I am trying not to dress like a tourist, but apparently I am the only man under 70  in Madrid wearing a hat, except the jovenes in their embroidered-bill gansta caps. And I need to get a bag mas tipico, the narrow vertical sort instead of my purse-shaped Pategonia. My high school Spanish comes and goes. Sometimes I can make myself understood, and others must sound like the village idiot after a visit to the cervescaria. I catch answers better than I thought I would, enough fragments to find my bus stop home yesterday afternoon. (I took the night bus back the first night). The men in the ETA kiosk (t as in transito, not terrorist) are complete idiots. Two different guys sent me to two different places to catch el autobús 53 por Ciudad Lineal  and both were wrong. (Google says I should say hacia not por but they understood me well enough to send me to the wrong stop for 53. I’ve learned to find a driver having a cigarette at the busy transit terminal at the Plaza de Artistes if I need directions.

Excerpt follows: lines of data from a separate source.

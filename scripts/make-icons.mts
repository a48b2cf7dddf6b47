// Render the favicon and app icons from our mark (app/icon.svg) with sharp, so they can be made again
// whenever the mark changes: `node --import tsx scripts/make-icons.mts`. Writes app/favicon.ico (16, 32, 48),
// app/apple-icon.png (180) and public/icons/icon-192.png, icon-512.png (with a safe zone, for maskable use).
import { mkdir, readFile, writeFile } from "node:fs/promises";
import path from "node:path";
import pngToIco from "png-to-ico";
import sharp from "sharp";

const root = path.resolve(import.meta.dirname, "..");
const svg = await readFile(path.join(root, "app/icon.svg"));

/** The mark at `size` px, optionally inset on a white tile so a round or squircle mask keeps it whole. */
async function png(size: number, insetPct = 0): Promise<Buffer> {
  const inner = Math.round(size * (1 - insetPct / 100));
  const mark = await sharp(svg, { density: Math.max(72, Math.ceil((72 * inner) / 32)) })
    .resize(inner, inner)
    .png()
    .toBuffer();
  if (!insetPct) return mark;
  const pad = Math.floor((size - inner) / 2);
  return sharp({ create: { width: size, height: size, channels: 4, background: "#ffffff" } })
    .composite([{ input: mark, left: pad, top: pad }])
    .png()
    .toBuffer();
}

await mkdir(path.join(root, "public/icons"), { recursive: true });
await writeFile(path.join(root, "app/favicon.ico"), await pngToIco([await png(16), await png(32), await png(48)]));
await writeFile(path.join(root, "app/apple-icon.png"), await png(180, 10));
await writeFile(path.join(root, "public/icons/icon-192.png"), await png(192, 20));
await writeFile(path.join(root, "public/icons/icon-512.png"), await png(512, 20));
console.log("icons written: app/favicon.ico, app/apple-icon.png, public/icons/icon-192.png, public/icons/icon-512.png");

I have another long day planned–Parque del Retiro, Museo Prado, jazz again at ten–but I clearly need to take some time to just wander and take pictures. There are enough modern buildings for a modern capital city but there are so many baroque facades, the Moorish Plaza des Torros I pass on my return bus (I must get off today or tomorrow for pictures, then catch the next bus), the Mexican Embassy which looks like a miniature Worlds Fair. There are so any things I did not think to do: visit the Naval Museum, the Centro des Cervantes, perhaps the Biblioteque Nationale . Still, I think tomorrow I will avoid the busy flea market with its pickpockets and faux designer goods, and simply wander El Centro and let myself get lost in the narrow streets, wait for the synchronicity that placed the Vorticists as the first paintings in the museo yesterday, that landed me in the cafe with the marvelous anchovies before my first night of jazz.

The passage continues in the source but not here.